Dataset>
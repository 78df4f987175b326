"""Exact piecewise-polynomial property tables of a section (the fast evaluation path).

For a ground profile that is linear between points, every wet segment's top width and wetted
perimeter are linear in the water-surface elevation w between two consecutive ground
elevations: a segment with ends zlo < zhi is dry below zlo, wet over the width
dx (w - zlo)/(zhi - zlo) in between and fully wet above zhi; a horizontal segment switches
from dry to fully wet when w rises above it; an end wall adds its wet height w - z_end. Hence,
per subdivision s, on each interval (l_k, l_k+1] between consecutive table levels (which
contain every ground elevation):

    T_s(w) = T_s,k + t_s,k d,   P_s(w) = P_s,k + p_s,k d,   N_s(w) = N_s,k + v_s,k d

with d = w - l_k, T top width, P wetted perimeter, N = sum P_i n_i^1.5 (the numerator of the
composite n), and, since dA/dw = T and dM/dw = A for the first moment M about the surface
(Leibniz rule on A = int T dw, M = int int (w - y) dy dx),

    A_s(w) = A_s,k + T_s,k d + t_s,k d^2 / 2,   M_s(w) = M_s,k + A_s,k d + T_s,k d^2/2 + t_s,k d^3/6.

These are exact (to rounding) for any w, so the tables replace the per-segment clipping of
``geometry.wet_segments`` by one binary search and a few multiply-adds per subdivision. The
interval values are accumulated from sums of non-negative terms only (no cancellation).
Interval 0 is a dry sentinel below the thalweg; the last interval extends to +inf.
"""
from __future__ import annotations

from dataclasses import dataclass

import numpy as np

FLAT_DZ = 1e-12  # the same threshold as geometry._segment_geometry: flatter segments switch at once


@dataclass(frozen=True, eq=False)
class LevelTable:
    """Interval coefficients of a section. ``start`` (L+1,) holds the interval starts (dry
    sentinel first); ``coef`` (8, L+1, S) holds, per subdivision, the values from the right at
    each start and slopes: planes A, T, t, N, v, P, p, M (the first five give the flow terms).
    ``to_part`` (S, 3) maps
    subdivisions to left floodplain / channel / right floodplain."""

    start: np.ndarray
    coef: np.ndarray
    to_part: np.ndarray


def _pairs(levels, z1, z2):
    """(segment, interval) pairs for every interval inside a segment's partly-wet span, and
    the interval from which each segment is fully wet (indices offset 1 by the sentinel)."""
    zlo, zhi = np.minimum(z1, z2), np.maximum(z1, z2)
    k1 = np.searchsorted(levels, zhi) + 1
    k0 = np.where(zhi - zlo <= FLAT_DZ, k1, np.searchsorted(levels, zlo) + 1)
    count = k1 - k0
    seg = np.repeat(np.arange(count.size), count)
    first = np.repeat(np.cumsum(count) - count, count)
    return seg, k0[seg] + np.arange(seg.size) - first, k1, zlo, zhi


def _accumulate(sub, nsub, nint, k, weight):
    """Sum ``weight`` (q, n) into a (q, nint, nsub) array at rows ``k``, columns ``sub``."""
    size = nint * nsub
    idx = (k * nsub + sub)[None, :] + size * np.arange(weight.shape[0])[:, None]
    flat = np.bincount(idx.ravel(), weights=weight.ravel(), minlength=weight.shape[0] * size)
    return flat.reshape(weight.shape[0], nint, nsub)


def _linear_parts(station, elevation, n15, sub, nsub, levels, out):
    """Fill planes T, t, N, v, P, p of ``out`` (8, L+1, S): values from the right at the
    interval starts and slopes. Returns the interval starts (L+1,)."""
    z1, z2 = elevation[:-1], elevation[1:]
    dx = np.diff(station)
    full = np.vstack([dx, np.hypot(dx, z2 - z1), np.hypot(dx, z2 - z1) * n15])
    start = np.concatenate([[levels[0] - 1.0], levels])
    nint = start.size
    seg, k, k1, zlo, zhi = _pairs(levels, z1, z2)
    inv = 1.0 / (zhi[seg] - zlo[seg])
    wet = full[:, seg]
    part = _accumulate(sub[seg], nsub, nint, k, np.vstack([wet * ((start[k] - zlo[seg]) * inv),
                                                           wet * inv]))
    out[[1, 5, 3]] = np.cumsum(_accumulate(sub, nsub, nint, k1, full), axis=1) + part[:3]
    out[[2, 6, 4]] = part[3:]
    # a sloping segment flatter than FLAT_DZ switches to fully wet at zhi with its trapezoid
    # area dx (w - zmid) and moment (geometry.wet_segments): jumps dx dz/2 and dx dz^2/6 there
    dz = np.where(zhi - zlo <= FLAT_DZ, zhi - zlo, 0.0)
    out[[0, 7]] = _accumulate(sub, nsub, nint, k1, np.vstack([dx * dz / 2, dx * dz * dz / 6]))
    for end, s, n_end in ((elevation[0], sub[0], n15[0]), (elevation[-1], sub[-1], n15[-1])):
        wall = np.maximum(start - end, 0.0)
        rate = (start >= end).astype(float)
        out[5, :, s] += wall
        out[6, :, s] += rate
        out[3, :, s] += n_end * wall
        out[4, :, s] += n_end * rate
    return start


def build_level_table(station, elevation, n15, sub, to_part, levels) -> LevelTable:
    """Coefficient table on ``levels`` (ascending, containing every ground elevation)."""
    nsub = to_part.shape[0]
    coef = np.zeros((8, levels.size + 1, nsub))
    start = _linear_parts(station, elevation, n15, sub, nsub, levels, coef)
    top, t_rate = coef[1, :-1], coef[2, :-1]
    h = np.diff(start)[:, None]
    coef[0] = np.cumsum(coef[0], axis=0)          # area jumps, then the integral of T
    coef[0, 1:] += np.cumsum(top * h + 0.5 * t_rate * h * h, axis=0)
    area = coef[0, :-1]
    coef[7] = np.cumsum(coef[7], axis=0)          # moment jumps, then the integral of A
    coef[7, 1:] += np.cumsum(area * h + top * h * h / 2.0 + t_rate * h ** 3 / 6.0, axis=0)
    coef[:, 0] = 0.0  # the sentinel interval is dry
    return LevelTable(start, coef, to_part)


def _locate(start, w):
    """Interval index k with start[k] < w <= start[k+1] (0 below the thalweg) and d = w - start[k]."""
    k = np.maximum(np.searchsorted(start, w) - 1, 0)
    return k, (w - start[k])[:, None]


def _polynomials(c, d):
    """Per-subdivision area, top width, wetted perimeter, N and first moment from gathered
    interval rows ``c`` (8, k, S) at offsets ``d`` (k, 1) (module docstring equations)."""
    a0, t0, tr = c[0], c[1], c[2]
    top = t0 + tr * d
    area = a0 + d * (t0 + 0.5 * tr * d)
    moment = c[7] + d * (a0 + d * (0.5 * t0 + tr * d / 6.0))
    return area, top, c[5] + c[6] * d, c[3] + c[4] * d, moment


def _flow(c, d):
    """Total area, conveyance, alpha and subdivision conveyance (k, S). Manning with the
    composite n (N_s/P_s)^(2/3) gives K_s = A_s (A_s/P_s)^(2/3) / (N_s/P_s)^(2/3)
    = A_s (A_s/N_s)^(2/3); alpha = A^2 sum(K_s^3/A_s^2) / K^3 in the scale-free form of
    ``geometry`` (Chow 1959, ch. 2)."""
    sub_a = c[0] + d * (c[1] + 0.5 * c[2] * d)
    nsum = c[3] + c[4] * d
    ratio = np.divide(sub_a, nsum, out=np.zeros_like(sub_a), where=nsum > 0)
    sub_k = sub_a * np.cbrt(ratio) ** 2
    a_t, k_t = sub_a.sum(axis=1), sub_k.sum(axis=1)
    vel = np.divide(sub_k, sub_a, out=np.zeros_like(sub_a), where=sub_k > 0)
    with np.errstate(divide="ignore", invalid="ignore"):  # the same scale-free form
        v = vel * (a_t / k_t)[:, None]
        alpha = ((sub_k / k_t[:, None]) * v * v).sum(axis=1)
    alpha[~(k_t > 0)] = 1.0
    return a_t, k_t, alpha, sub_k


def evaluate(lt: LevelTable, wse):
    """Per-subdivision (k, S) area, top width, wetted perimeter, N = sum P n^1.5 and first
    moment at water-surface elevations ``wse`` (k,), from the interval polynomials above."""
    w = np.asarray(wse, dtype=float).ravel()
    k, d = _locate(lt.start, w)
    return _polynomials(lt.coef[:, k], d)


def flow_terms(lt: LevelTable, wse):
    """Total area A, conveyance K, kinetic-energy coefficient alpha (k,) and part conveyances
    (k, 3) at ``wse`` (k,): the lean evaluation used by the solver's inner loops."""
    w = np.asarray(wse, dtype=float).ravel()
    k, d = _locate(lt.start, w)
    a_t, k_t, alpha, sub_k = _flow(lt.coef[:5, k], d)
    return a_t, k_t, alpha, sub_k @ lt.to_part


@dataclass(frozen=True, eq=False)
class Windows:
    """A few consecutive intervals of several sections' tables, for evaluations across
    sections: window q covers the intervals whose starts are ``start[q, :-1]``, with
    flow coefficients ``coef[:, q]`` (5, Q, width, S_max), zero-padded subdivisions;
    ``start[q, -1]`` ends the window (+inf past a table's last interval)."""

    start: np.ndarray
    coef: np.ndarray


def windows(lookups, sec, low, width: int = 3) -> Windows:
    """For each query q, the ``width`` intervals of table ``lookups[sec[q]]`` from the one that
    holds ``low[q]`` (from the left, as ``_locate``) upwards."""
    s_max = max(lookups[i].coef.shape[2] for i in np.unique(sec))
    start = np.full((sec.size, width + 1), np.inf)
    coef = np.zeros((5, sec.size, width, s_max))
    span = np.arange(width + 1)
    for i in np.unique(sec):
        q = np.flatnonzero(sec == i)
        lt = lookups[i]
        last = lt.start.size - 1
        k = np.maximum(np.searchsorted(lt.start, low[q]) - 1, 0)[:, None] + span
        start[q] = np.where(k <= last, lt.start[np.minimum(k, last)], np.inf)
        coef[:, q, :, :lt.coef.shape[2]] = lt.coef[:5, np.minimum(k[:, :-1], last)]
    return Windows(start, coef)


def flow_in_windows(win: Windows, q, wse):
    """Total area, conveyance and alpha (k,) at ``wse`` (k,) inside windows ``q`` (k,); every
    point must lie in its window (start[q, 0], start[q, -1]] or at its lower end."""
    w = np.asarray(wse, dtype=float).ravel()
    st = win.start[q]
    k = np.count_nonzero(w[:, None] > st[:, 1:-1], axis=1)
    d = (w - st[np.arange(w.size), k])[:, None]
    return _flow(win.coef[:, q, k], d)[:3]


def slopes_in_windows(win: Windows, q, wse):
    """Area A, alpha, top width T = dA/dw and d alpha/dw (k,) at ``wse`` inside windows ``q``.
    With K_s = A_s^(5/3) N_s^(-2/3): dK_s/dw = K_s (5/3 T_s/A_s - 2/3 v_s/N_s); with
    S = sum K_s^3/A_s^2, alpha = A^2 S / K^3 and
    d alpha/dw = alpha (2 T/A + S'/S - 3 K'/K), S' = sum(3 K_s^2 K_s'/A_s^2 - 2 K_s^3 T_s/A_s^3)."""
    w = np.asarray(wse, dtype=float).ravel()
    st = win.start[q]
    k = np.count_nonzero(w[:, None] > st[:, 1:-1], axis=1)
    d = (w - st[np.arange(w.size), k])[:, None]
    c = win.coef[:, q, k]
    sub_a = c[0] + d * (c[1] + 0.5 * c[2] * d)
    sub_t = c[1] + c[2] * d
    nsum = c[3] + c[4] * d
    wet = (nsum > 0) & (sub_a > 0)
    with np.errstate(divide="ignore", invalid="ignore"):
        sub_k = np.where(wet, sub_a * np.cbrt(sub_a / nsum) ** 2, 0.0)
        dk = np.where(wet, sub_k * (5.0 / 3.0 * sub_t / sub_a - 2.0 / 3.0 * c[4] / nsum), 0.0)
        a_s2 = np.where(wet, sub_a * sub_a, 1.0)
        s1 = (sub_k ** 3 / a_s2).sum(axis=1)
        ds1 = (3.0 * sub_k ** 2 * dk / a_s2 - 2.0 * sub_k ** 3 * sub_t / (a_s2 * np.where(
            wet, sub_a, 1.0))).sum(axis=1)
        area, top, k_t, dk_t = sub_a.sum(axis=1), sub_t.sum(axis=1), sub_k.sum(axis=1), dk.sum(axis=1)
        alpha = area * area * s1 / k_t ** 3
        dalpha = alpha * (2.0 * top / area + ds1 / s1 - 3.0 * dk_t / k_t)
    return area, alpha, top, dalpha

Assignment> Retype exactly the span of lines from the one with "sections: window q" through the one with "point must lie"; include both ends and omit the rest of the material.

Answer to this task>
    sections: window q covers the intervals whose starts are ``start[q, :-1]``, with
    flow coefficients ``coef[:, q]`` (5, Q, width, S_max), zero-padded subdivisions;
    ``start[q, -1]`` ends the window (+inf past a table's last interval)."""

    start: np.ndarray
    coef: np.ndarray


def windows(lookups, sec, low, width: int = 3) -> Windows:
    """For each query q, the ``width`` intervals of table ``lookups[sec[q]]`` from the one that
    holds ``low[q]`` (from the left, as ``_locate``) upwards."""
    s_max = max(lookups[i].coef.shape[2] for i in np.unique(sec))
    start = np.full((sec.size, width + 1), np.inf)
    coef = np.zeros((5, sec.size, width, s_max))
    span = np.arange(width + 1)
    for i in np.unique(sec):
        q = np.flatnonzero(sec == i)
        lt = lookups[i]
        last = lt.start.size - 1
        k = np.maximum(np.searchsorted(lt.start, low[q]) - 1, 0)[:, None] + span
        start[q] = np.where(k <= last, lt.start[np.minimum(k, last)], np.inf)
        coef[:, q, :, :lt.coef.shape[2]] = lt.coef[:5, np.minimum(k[:, :-1], last)]
    return Windows(start, coef)


def flow_in_windows(win: Windows, q, wse):
    """Total area, conveyance and alpha (k,) at ``wse`` (k,) inside windows ``q`` (k,); every
    point must lie in its window (start[q, 0], start[q, -1]] or at its lower end."""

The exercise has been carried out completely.